Members of the genus Trichoderma are very effective competitors of a variety of fungi. Cell-wall-degrading enzymes, including proteinases, glucanases, and chitinases, are commonly secreted as part of the competitive process. Trichoderma aggressivum is the causative agent of green mould disease of the button mushroom, Agaricus bisporus. The structures of 3 T. aggressivum genes, prb1 encoding a proteinase, ech42 encoding an endochitinase, and a β-glucanase gene, were determined. Promoter elements in the prb1 and ech42 genes suggested that transcription is regulated by carbon and nitrogen levels and by stress. Both genes had mycoparasitism-related elements indicating potential roles for the protein products in competition. The promoter of the β-glucanase gene contained CreA and AreA binding sites indicative of catabolite regulation but contained no mycoparasitism elements. Transcription of the 3 genes was measured in mixed cultures of T. aggressivum and A. bisporus.
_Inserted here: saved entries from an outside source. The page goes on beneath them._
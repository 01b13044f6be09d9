//! The comparison table (`burnin table`, the page's "Comparison table"):
//! its numbers read back from the Markdown and the CSV equal the results
//! file's to the printed digits, and its LaTeX follows LaTeX's and
//! booktabs' rules.

mod common;

use burnin::experiment::{
    CAVEAT, LearnerResult, Output, Results, TableFormat, median_of, parse_results,
};
use serde_json::{Value, json};

/// A label holding every character LaTeX treats specially, and Markdown's
/// table separator.
const NASTY: &str = r"odd & _%$#{}~^\ label | *";

fn root() -> std::path::PathBuf {
    std::path::PathBuf::from(env!("CARGO_MANIFEST_DIR"))
}

/// Runs an experiment file (JSON) to the end, writes its results file and
/// reads that file back, as `burnin table` does.
fn results_file(e: &Value) -> Output {
    let exp = burnin::experiment::parse_experiment(&e.to_string(), None).unwrap();
    let mut q = burnin::experiment::RunQueue::new(exp);
    while !q.advance(u64::MAX) {}
    parse_results(&q.output().to_json()).unwrap()
}

/// The ferry fixture of the browser checks with learners that give every
/// kind of cell: a bound that applies with a burn-in, one without, a scaled
/// bonus, a Bayesian bound, no bound, and a settled burn-in.
fn ferry(seeds: u64) -> Output {
    let text = std::fs::read_to_string(root().join("tests/browser/fixtures/ferry-experiment.json"))
        .unwrap();
    let mut e: Value = serde_json::from_str(&text).unwrap();
    e["seeds"] = json!(seeds);
    e["learners"] = json!([
        {"algorithm": "psrl", "label": NASTY},
        {"algorithm": "ucbvi-bernstein"},
        {"algorithm": "mvp", "bonus_scale": 0.01},
        {"algorithm": "q-ucb-bernstein", "bonus_scale": 0.05},
        {"algorithm": "eps-greedy", "epsilon": 0.2},
        {"algorithm": "uniform"}
    ]);
    results_file(&e)
}
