class Encoder:
    """Turns texts into (n, 384) float32 unit vectors with the bundled model.

    backend: "reference" (sentence-transformers, CPU), "fast" (onnxruntime on the cached
    ONNX export, made first if missing), or "auto" (fast when the export is cached or can
    be made, else reference; `fallback_reason` then says why). `self.backend` tells which
    one runs.
    """

    def __init__(self, backend: str = "auto", few: bool = False, precision: str = "fp32"):
        """``few``: the process will encode a few texts (a cold ``ask``): the fast encoder's
        session is made quicker and runs a little slower (see ``FEW_TEXTS``).
        ``precision``: "fp32", or "int8" (fast backend only; what loads use, see
        ``LOAD_PRECISION``). With "auto", an int8 model that cannot be made falls back to
        fp32; ``self.precision`` tells which one runs."""
        if backend not in _BACKENDS:
            raise ValueError(f"unknown backend {backend!r}; one of {', '.join(_BACKENDS)}")
        if precision not in PRECISIONS:
            raise ValueError(f"unknown precision {precision!r}; one of {', '.join(PRECISIONS)}")
        if backend == "reference" and precision != "fp32":
            raise ValueError("the reference encoder runs in fp32 only")
        self.requested = backend
        self._fast: _OnnxEncoder | None = None
        self._reference = None
        self.fallback_reason: str | None = None
        self.precision = "fp32"
        if backend == "reference":
            self._reference = _load_reference()
            self.backend = "reference"
        elif backend == "fast":
            self._make_fast(precision, few)
        else:
            model_dir()  # a missing model is no reason to fall back: say so
            try:
                if precision == "int8":
                    try:
                        self._make_fast("int8", few)
                    except Exception as e:  # noqa: BLE001 - fp32 still works
                        self.fallback_reason = f"{type(e).__name__}: {e}"
                if self._fast is None:
                    self._make_fast("fp32", few)
            except Exception as e:  # noqa: BLE001 - any export/runtime trouble: use the reference
                self._fallback(e)

    def _make_fast(self, precision: str, few: bool) -> None:
        if precision == "int8":
            self._fast = _OnnxEncoder(ensure_int8_model(), optimized=False, prepack=not few)
        else:
            self._fast = _OnnxEncoder(ensure_fast_model(), prepack=not few)
        self.backend, self.precision = "fast", precision

    def _fallback(self, err) -> None:
        self.fallback_reason = f"{type(err).__name__}: {err}"
        self._reference = _load_reference()
        self.backend = "reference"

    def encode(self, texts: Sequence[str], batch_size: int = 64, progress: bool = False,
               few: bool = False) -> np.ndarray:
        """(len(texts), 384) float32, rows of unit length, in the order of `texts`.

        ``few``: a cold ``ask``'s job, which may run on a session made for a few texts."""
        if isinstance(texts, str):
            raise TypeError("encode() takes a list of strings, not one string")
        texts = list(texts)
        for i, t in enumerate(texts):
            if not isinstance(t, str):
                raise TypeError(f"texts[{i}] is {type(t).__name__}, not str")
        if batch_size < 1:
            raise ValueError("batch_size must be at least 1")
        if not texts:
            return np.zeros((0, DIM), dtype=np.float32)
        if self._fast is not None:
            return self._fast.encode(texts, batch_size, progress, few=few)
        return _reference_encode(self._reference, texts, batch_size, progress)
Two A. bisporus strains, U1, which is sensitive to green mould disease, and SB65, which shows some resistance, were used in co-cultivation tests to assess possible roles of the genes in disease production and severity. prb1 and ech42 were coordinately upregulated after 5 days, whereas β-glucanase transcription was upregulated from day 0 with both Agaricus strains. Upregulation was much less pronounced in mixed cultures of T. aggressivum with the resistant strain, SB65, than with the sensitive strain, U1. These observations suggested that the proteins encoded by these genes have roles in both nutrition and in severity of green mould disease.